● **TO DO**:
The full set of records needs to be retyped exactly.

►

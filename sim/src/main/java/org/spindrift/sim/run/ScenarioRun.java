package org.spindrift.sim.run;

import com.fasterxml.jackson.databind.node.ArrayNode;
import com.fasterxml.jackson.databind.node.ObjectNode;
import java.io.IOException;
import java.nio.file.Path;
import java.util.ArrayList;
import java.util.Arrays;
import java.util.LinkedHashMap;
import java.util.List;
import java.util.Map;
import me.tongfei.progressbar.ProgressBar;
import org.spindrift.shared.Units;
import org.spindrift.shared.archive.ArchiveLayout;
import org.spindrift.shared.archive.RunArchiveWriter;
import org.spindrift.shared.scenario.RunSettings;
import org.spindrift.shared.scenario.Scenario;
import org.spindrift.shared.scenario.ScenarioJson;
import org.spindrift.shared.scenario.Source;
import org.spindrift.sim.analysis.AnalysisStage;
import org.spindrift.sim.analysis.PlotStage;
import org.spindrift.sim.motion.BatchIntegrator;
import org.spindrift.sim.motion.EndState;
import org.spindrift.sim.motion.GeodesicEquations;
import org.spindrift.sim.motion.ParticleBatch;
import org.spindrift.sim.motion.Snapshot;
import org.spindrift.sim.motion.StepListener;
import org.spindrift.sim.motion.TurningPoints;
import org.spindrift.sim.scenario.FlareEnvelope;
import org.spindrift.sim.scenario.LoadedScenario;
import org.spindrift.sim.scenario.ScenarioChecks;
import org.spindrift.sim.scenario.SourceSetup;
import org.spindrift.sim.spacetime.Landmarks;
import org.spindrift.sim.spacetime.Spacetime;
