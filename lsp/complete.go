package lsp

import (
	"context"
	"slices"
	"strings"

	"go.lsp.dev/protocol"

	"nodal/circuit"
	"nodal/grammar"
	"nodal/units"
)

var statementWords = []string{"design", "ground", "port", "include", "block"}

var prefixes = []string{"p", "n", "µ", "m", "", "k", "M", "G"}

// Completion offers what may come at the cursor: a kind, a keyword or a
// block name at the start of a statement; a net inside the pins; a unit
// after a number; an attribute after the value; a parameter inside [ ].
func (s *Server) Completion(ctx context.Context, p *protocol.CompletionParams) (_ protocol.CompletionResult, err error) {
	defer guard(&err)
	files := s.files(p.TextDocument.URI)
	if files == nil {
		return protocol.CompletionItemSlice{}, nil
	}
	doc := files[0]
	off := doc.t.offset(p.Position)
	line := int(doc.t.position(off).Line)
	before := string(doc.t.src[doc.t.lines[line]:off])
	toks := grammar.LexLine(before)
	// The word being typed is not context: drop it.
	if n := len(toks); n > 0 && !strings.HasSuffix(before, " ") && !strings.HasSuffix(before, "\t") {
		switch toks[n-1].Type {
		case grammar.TokIdent, grammar.TokKeyword, grammar.TokAttrWord, grammar.TokUnit, grammar.TokCode:
			toks = toks[:n-1]
		}
	}
	var items protocol.CompletionItemSlice
	add := func(kind protocol.CompletionItemKind, detail string, labels ...string) {
		for _, l := range labels {
			items = append(items, protocol.CompletionItem{Label: valid(l), Kind: kind, Detail: protocol.NewOptional(valid(detail))})
		}
	}
	depth, bracket := 0, byte(0)
	for _, t := range toks {
		if t.Type != grammar.TokPunct {
			continue
		}
		switch t.Value {
		case "(", "[":
			if depth == 0 {
				bracket = t.Value[0]
			}
			depth++
		case ")", "]":
			depth--
		}
	}
	if depth <= 0 {
		bracket = 0
	}
	switch {
	case len(toks) > 0 && toks[len(toks)-1].Type == grammar.TokComment:
		// in a comment: nothing
	case len(toks) == 0:
		add(protocol.CompletionItemKindClass, "part kind", circuit.KindWords...)
		add(protocol.CompletionItemKindKeyword, "statement", statementWords...)
		for _, f := range files {
			for _, b := range f.ix.blocks {
				add(protocol.CompletionItemKindModule, "block", b.name)
			}
		}
	case bracket == '(' || toks[0].Value == "port" || toks[0].Value == "ground":
		if len(toks) >= 2 || toks[0].Type == grammar.TokKeyword {
			add(protocol.CompletionItemKindVariable, "net", doc.ix.netNames()...)
		}
	case bracket == '[':
		if len(toks) > 0 {
			if _, def := findBlock(files, toks[0].Value); def != nil {
				add(protocol.CompletionItemKindProperty, "parameter of "+def.name, def.params...)
			}
		}
	case toks[len(toks)-1].Type == grammar.TokNumber:
		add(protocol.CompletionItemKindUnit, "unit", unitsFor(toks[0].Value)...)
	case slices.Contains(circuit.KindWords, toks[0].Value) && slices.ContainsFunc(toks, func(t grammar.Token) bool { return t.Value == ")" }):
		add(protocol.CompletionItemKindProperty, "attribute", attrsFor(toks[0].Value)...)
	}
	if items == nil {
		items = protocol.CompletionItemSlice{}
	}
	return items, nil
}

// unitsFor lists the units a value of the kind is written in, with the
// common prefixes, then the other units.
func unitsFor(kind string) []string {
	var first, rest []string
	want := map[units.Dim]bool{}
	for _, k := range circuit.Kinds() {
		if k.Info().Word == kind {
			want[k.Info().Value] = true
			for _, r := range k.Info().Ratings {
				want[r.Dim] = true
			}
		}
	}
	for _, d := range []units.Dim{units.Resistance, units.Capacitance, units.Inductance, units.Voltage, units.Current, units.Power} {
		for _, p := range prefixes {
			u := p + d.Symbol()
			if want[d] {
				first = append(first, u)
			} else {
				rest = append(rest, u)
			}
		}
	}
	return append(append(first, "%"), rest...)
}

// attrsFor lists the attributes the kind takes.
func attrsFor(kind string) []string {
	out := []string{"rated"}
	for _, k := range circuit.Kinds() {
		if k.Info().Word == kind {
			for _, a := range k.Info().Attrs {
				if !slices.Contains(out, a) {
					out = append(out, a)
				}
			}
			for _, st := range k.Info().States {
				if !slices.Contains(out, st) {
					out = append(out, st)
				}
			}
		}
	}
	return out
}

◄

● **ANSWER BOX**:
filename sim/src/main/java/org/spindrift/sim/run/ScenarioRun.java
package org.spindrift.sim.run;

import com.fasterxml.jackson.databind.node.ArrayNode;
import com.fasterxml.jackson.databind.node.ObjectNode;
import java.io.IOException;
import java.nio.file.Path;
import java.util.ArrayList;
import java.util.Arrays;
import java.util.LinkedHashMap;
import java.util.List;
import java.util.Map;
import me.tongfei.progressbar.ProgressBar;
import org.spindrift.shared.Units;
import org.spindrift.shared.archive.ArchiveLayout;
import org.spindrift.shared.archive.RunArchiveWriter;
import org.spindrift.shared.scenario.RunSettings;
import org.spindrift.shared.scenario.Scenario;
import org.spindrift.shared.scenario.ScenarioJson;
import org.spindrift.shared.scenario.Source;
import org.spindrift.sim.analysis.AnalysisStage;
import org.spindrift.sim.analysis.PlotStage;
import org.spindrift.sim.motion.BatchIntegrator;
import org.spindrift.sim.motion.EndState;
import org.spindrift.sim.motion.GeodesicEquations;
import org.spindrift.sim.motion.ParticleBatch;
import org.spindrift.sim.motion.Snapshot;
import org.spindrift.sim.motion.StepListener;
import org.spindrift.sim.motion.TurningPoints;
import org.spindrift.sim.scenario.FlareEnvelope;
import org.spindrift.sim.scenario.LoadedScenario;
import org.spindrift.sim.scenario.ScenarioChecks;
import org.spindrift.sim.scenario.SourceSetup;
import org.spindrift.sim.spacetime.Landmarks;
import org.spindrift.sim.spacetime.Spacetime;
filename lsp/complete.go
package lsp

import (
	"context"
	"slices"
	"strings"

	"go.lsp.dev/protocol"

	"nodal/circuit"
	"nodal/grammar"
	"nodal/units"
)

var statementWords = []string{"design", "ground", "port", "include", "block"}

var prefixes = []string{"p", "n", "µ", "m", "", "k", "M", "G"}

// Completion offers what may come at the cursor: a kind, a keyword or a
// block name at the start of a statement; a net inside the pins; a unit
// after a number; an attribute after the value; a parameter inside [ ].
func (s *Server) Completion(ctx context.Context, p *protocol.CompletionParams) (_ protocol.CompletionResult, err error) {
	defer guard(&err)
	files := s.files(p.TextDocument.URI)
	if files == nil {
		return protocol.CompletionItemSlice{}, nil
	}
	doc := files[0]
	off := doc.t.offset(p.Position)
	line := int(doc.t.position(off).Line)
	before := string(doc.t.src[doc.t.lines[line]:off])
	toks := grammar.LexLine(before)
	// The word being typed is not context: drop it.
	if n := len(toks); n > 0 && !strings.HasSuffix(before, " ") && !strings.HasSuffix(before, "\t") {
		switch toks[n-1].Type {
		case grammar.TokIdent, grammar.TokKeyword, grammar.TokAttrWord, grammar.TokUnit, grammar.TokCode:
			toks = toks[:n-1]
		}
	}
	var items protocol.CompletionItemSlice
	add := func(kind protocol.CompletionItemKind, detail string, labels ...string) {
		for _, l := range labels {
			items = append(items, protocol.CompletionItem{Label: valid(l), Kind: kind, Detail: protocol.NewOptional(valid(detail))})
		}
	}
	depth, bracket := 0, byte(0)
	for _, t := range toks {
		if t.Type != grammar.TokPunct {
			continue
		}
		switch t.Value {
		case "(", "[":
			if depth == 0 {
				bracket = t.Value[0]
			}
			depth++
		case ")", "]":
			depth--
		}
	}
	if depth <= 0 {
		bracket = 0
	}
	switch {
	case len(toks) > 0 && toks[len(toks)-1].Type == grammar.TokComment:
		// in a comment: nothing
	case len(toks) == 0:
		add(protocol.CompletionItemKindClass, "part kind", circuit.KindWords...)
		add(protocol.CompletionItemKindKeyword, "statement", statementWords...)
		for _, f := range files {
			for _, b := range f.ix.blocks {
				add(protocol.CompletionItemKindModule, "block", b.name)
			}
		}
	case bracket == '(' || toks[0].Value == "port" || toks[0].Value == "ground":
		if len(toks) >= 2 || toks[0].Type == grammar.TokKeyword {
			add(protocol.CompletionItemKindVariable, "net", doc.ix.netNames()...)
		}
	case bracket == '[':
		if len(toks) > 0 {
			if _, def := findBlock(files, toks[0].Value); def != nil {
				add(protocol.CompletionItemKindProperty, "parameter of "+def.name, def.params...)
			}
		}
	case toks[len(toks)-1].Type == grammar.TokNumber:
		add(protocol.CompletionItemKindUnit, "unit", unitsFor(toks[0].Value)...)
	case slices.Contains(circuit.KindWords, toks[0].Value) && slices.ContainsFunc(toks, func(t grammar.Token) bool { return t.Value == ")" }):
		add(protocol.CompletionItemKindProperty, "attribute", attrsFor(toks[0].Value)...)
	}
	if items == nil {
		items = protocol.CompletionItemSlice{}
	}
	return items, nil
}

// unitsFor lists the units a value of the kind is written in, with the
// common prefixes, then the other units.
func unitsFor(kind string) []string {
	var first, rest []string
	want := map[units.Dim]bool{}
	for _, k := range circuit.Kinds() {
		if k.Info().Word == kind {
			want[k.Info().Value] = true
			for _, r := range k.Info().Ratings {
				want[r.Dim] = true
			}
		}
	}
	for _, d := range []units.Dim{units.Resistance, units.Capacitance, units.Inductance, units.Voltage, units.Current, units.Power} {
		for _, p := range prefixes {
			u := p + d.Symbol()
			if want[d] {
				first = append(first, u)
			} else {
				rest = append(rest, u)
			}
		}
	}
	return append(append(first, "%"), rest...)
}

// attrsFor lists the attributes the kind takes.
func attrsFor(kind string) []string {
	out := []string{"rated"}
	for _, k := range circuit.Kinds() {
		if k.Info().Word == kind {
			for _, a := range k.Info().Attrs {
				if !slices.Contains(out, a) {
					out = append(out, a)
				}
			}
			for _, st := range k.Info().States {
				if !slices.Contains(out, st) {
					out = append(out, st)
				}
			}
		}
	}
	return out
}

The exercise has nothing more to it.